MOBILE Telecommunication Network (MTN) has launched a $70,000 education project in Tamale to help arrest the downward trend in education in the Northern Region.
The three-year project, which is to be piloted in five schools, will later be extended to cover 25 schools in the region, with an estimated impact on over 10,000 pupils.
The main thrust of the project is to promote literacy and numeracy in the beneficiary schools.
It is expected to enhance the teaching and learning environment for pupils in deprived schools. The schools will also be equipped with the requisite resources and personnel through in-service training for both teachers and head teachers, books and other reading materials will be provided, new learning approaches in teachers’ resource centres will be created, among other interventions.
The five beneficiary schools are the Choggu Demonstration, Tyumba, Vittin Ansuariya, Shishegu and St Gabriel Primary and Junior High schools, all in Tamale.
The project is collaboration between the MTN and the Academy for Education Development Ghana: Centre for Education Development, Evaluation and Management (AED-Ghana:CEDEM), an NGO.
The Tamale Metropolitan Director of Education, Mr Edward Gayone, expressed concern over the dwindling fortunes of education in the metropolis and called for urgent measures to improve on the situation.
He revealed, for instance, that 43 per cent of candidates and over 61 per cent out of the 4,460 candidates who sat for the BECE and the WASSCE, respectively, in 2008 failed in English.
He described the situation as unacceptable and partly blamed it on the lack of trained teachers. At the moment, 40.6 per cent of teachers in the metropolis are pupil teachers.
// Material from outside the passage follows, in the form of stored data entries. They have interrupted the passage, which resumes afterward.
"""Moving-armature dynamics, batched over operating points (numpy only, no scipy).

State per point: flux linkage ``lambda`` (V*s), gap ``x`` (m; ``stroke`` open, 0 seated),
velocity ``v = dx/dt`` (m/s; negative while closing), and two running integrals
``q = int i dt`` (A*s) and ``sq = int i^2 dt`` (A^2*s) for the energies. With
``L(x) = L_c / (1 + beta x)`` (see :mod:`coildrive.model.magnet`)::

    i          = lambda (1 + beta x) / L_c
    dlambda/dt = V_on - R_on i                    switch on
               = -(R_off i + V_off)               switch off, while i > 0 (the diode
                                                  blocks: lambda stays 0 once there)
    m dv/dt    = preload + rate (stroke - x) + load - lambda^2 beta / (2 L_c) - c v

``V = R i + L(x) di/dt + i (dL/dx) dx/dt`` is the same electrical law written for
``lambda = L(x) i``; integrating ``lambda`` keeps the state smooth through the fast
change of ``L`` near the seat, and makes the magnetic force independent of the gap.

End stops: at ``x = 0`` the armature stops dead (or rebounds with ``v -> -e v`` when a
restitution ``e`` is given; bouncing ends once the rebound is below
:data:`REST_FRACTION` of the first impact speed); at ``x = stroke`` it stops dead. At a
stop it stays while the net force pushes it into the stop.

While the armature rests at a stop, ``L`` is constant and the current follows the
closed-form RL segments of :mod:`coildrive.model.rl`; only the motion is time-stepped.

The integrator is an embedded Dormand-Prince 5(4) Runge-Kutta pair (the method of
scipy's ``RK45``) written over numpy arrays: every point has its own time, step size
and error control, and all points advance together, one vectorised stage at a time.
Stop events are located inside the accepted step by the cubic Hermite interpolant of
the state and its derivative at both ends. Points whose damping makes the motion stiff
(:func:`is_stiff`) are stepped by a linearly implicit Rosenbrock 2(3) pair instead. The
per-point scipy ``solve_ivp`` path in :mod:`coildrive.model.armature_sim` is the
reference it is tested against.

Units: SI throughout (V, A, ohm, H, m, kg, N, s).
"""

from __future__ import annotations

from dataclasses import dataclass

import numpy as np

from .magnet import fit_gap, stay_current, start_current
from .rl import decay_integrals, decay_time, rise_current, rise_integrals, rise_time

#: Bouncing on the seat ends when the rebound speed is below this fraction of the first
#: impact speed (the rebound then carries under 1e-6 of the impact energy).
REST_FRACTION = 1e-3
#: Most bounces followed on the seat before the armature is taken as seated.
MAX_BOUNCES = 100
#: Integration bound, in multiples of the slowest electrical and mechanical time scales
#: of a point (see :func:`pull_in`): past it an armature that has not arrived is stuck.
BOUND_FACTOR = 20.0
#: Hard cap on integrator steps per flight (never hang).
MAX_STEPS = 20_000

# Flight end codes
RUNNING, SEAT, OPEN, ZERO, BOUND = 0, 1, 2, 3, 4
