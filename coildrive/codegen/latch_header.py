"""The firmware header of a latching coil: both pulse lengths and the shortest interval
between pulses as C constants (``codegen_templates/latch_header.h.j2``; pulses from the
boost: each pulse's threshold code, its time-out in the pulse's ticks), and with
``pull_in.compensate`` each pulse's table of ticks against the supply reading and its
lookup function. Pure: a :class:`~coildrive.design.latch.LatchDesign` in, text out."""

from __future__ import annotations

import math

from ..design.latch import LatchDesign
from ..resources import data_dir
from .header import Constant, c_uint_type, check_prefix


def latch_constants(d: LatchDesign, m: str) -> list[Constant]:
    """The header's constants (scheduler ticks at ``tick.rate``; the interval in ms too)."""
    r = d.latch
    by = {p.name: p for p in r.pulses}
    s, t = by["set"], by["reset"]
    out = [Constant(f"{m}_LATCH", 1, "a latching coil: set and reset pulses, no hold"),
           Constant(f"{m}_TICK_RATE_HZ", round(r.tick_rate_hz), "scheduler tick rate"),
           Constant(f"{m}_SET_PULSE_TICKS", s.ticks,
                    f"set pulse {s.time_s * 1e3:.4g} ms ({s.governed_by}, +1 tick), {s.switches}"),
           Constant(f"{m}_RESET_PULSE_TICKS", t.ticks,
                    f"reset pulse {t.time_s * 1e3:.4g} ms ({t.governed_by}, +1 tick), {t.switches}"),
           Constant(f"{m}_MIN_INTERVAL_TICKS", r.interval_ticks,
                    f"shortest start-to-start interval between any two pulses ({r.governed_by})"),
           Constant(f"{m}_MIN_INTERVAL_MS", math.ceil(r.interval_s * 1e3 - 1e-9),
                    f"the same in ms ({r.interval_s * 1e3:.4g} ms)"),
           Constant(f"{m}_DECAY_TICKS", math.ceil(max(p.decay_time_s for p in r.pulses) * r.tick_rate_hz - 1e-9),
                    "after a pulse the current is zero within this (never start the other polarity sooner)")]
    if s.boost is not None:
        out[2:4] = [Constant(f"{m}_{p.name.upper()}_PULSE_TICKS", p.ticks,
                             f"{p.name} pulse's time-out {p.time_s * 1e3:.4g} ms ({p.margin:g} x the slowest "
                             f"{p.boost.time_to_threshold_s * 1e3:.4g} ms, +1 tick): it ends at its threshold, "
                             "a pulse still on by then is a fault") for p in (s, t)]
        out += [Constant(f"{m}_LATCH_BOOSTED", 1, "both pulses from the boost (the boost switch on with the "
                         "winding's), each until its threshold code")]
        out += [Constant(f"{m}_{p.name.upper()}_THRESHOLD_CODE", p.boost.threshold_code,
                         f"{p.name} pulse ends when the current-sense reading is >= this "
                         f"({p.boost.threshold_a:.4g} A; compare once a tick)") for p in (s, t)]
        out.append(Constant(f"{m}_BOOST_RECHARGE_MS", math.ceil(r.boost_interval_s * 1e3 - 1e-9),
                            "the longest pulse + the boost's recharge at its power (in the interval above)"))
    if s.table is not None:
        out.append(Constant(f"{m}_PULSE_COMPENSATED", 1, "each pulse's ticks looked up against the supply "
                            "reading (the *_PULSE_TICKS above: the longest entry)"))
        out += [Constant(f"{m}_{p.name.upper()}_PULSE_TABLE_LEN", len(p.table.ticks),
                         f"entries of the {p.name} pulse's table") for p in (s, t)]
    return out


def pulse_tables(d: LatchDesign, m: str) -> list[dict]:
    """What the template's supply-compensated tables need, per pulse (none without a table):
    ``name``, ``macro``, ``rows`` (code, ticks, nominal bus V), ``adc_type``, ``tick_type``."""
    b = d.drive.board
    return [{"name": p.name, "macro": f"{m}_{p.name.upper()}", "rows": list(zip(p.table.adc_codes, p.table.ticks,
                                                                              p.table.supply_v)),
             "adc_type": c_uint_type(2**b.adc.bits - 1), "tick_type": c_uint_type(max(p.table.ticks))}
            for p in d.latch.pulses if p.table is not None]


def generate_latch_header(design: LatchDesign, prefix: str = "COIL") -> str:
    """Render the C header of a latching coil; ``prefix`` names the macros."""
    import jinja2  # only the header path pays for it

    m = check_prefix(prefix).upper()
    env = jinja2.Environment(
        loader=jinja2.FileSystemLoader(str(data_dir("codegen_templates"))),
        undefined=jinja2.StrictUndefined, keep_trailing_newline=True, trim_blocks=True, lstrip_blocks=True)
    return env.get_template("latch_header.h.j2").render(
        d=design, m=m, guard=f"{m}_LATCH_H", constants=latch_constants(design, m), lower=m.lower(),
        tables=pulse_tables(design, m))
The director also observed that the reduction in budgetary allocation to the educational sector could worsen the problem and, therefore, welcomed the intervention by MTN.
The Northern Regional Director of Education, Mrs Elizabeth Da-Souza, re-iterated the importance of education to development and emphasised that “success in education is dependent on literacy and numeracy”.
The Tamale Metropolitan Chief Executive, Alhaji Abdulai Harruna Friday, expressed the preparedness of the assembly to partner all stakeholders to improve on the poor academic performance.
The Executive Director of AED-GHANA:CEDEM, Mr Stephen Yaw Manu, said the organisation was aimed at helping to improve the quality of instructional services in schools through the establishment of partnerships, strengthening management for sustainability, encouraging parents to visit schools and making use of assets and successes.
The Executive Director of the MTN Foundation, Ms Mawuena Dumor, explained that it was funded by a percentage of profit after tax of the relevant operating unit, adding that since its establishment in 2007, it had refurbished the second floor of the Maternity Block of the Korle-Bu Teaching Hospital and also established 10 MTN ICT learning centres in all regions of the country.
The Northern Regional Minister, Mr Sumani Nayina, commended the efforts of MTN but called for the harmonisation of programmes by all stakeholders in education to achieve the desired impact.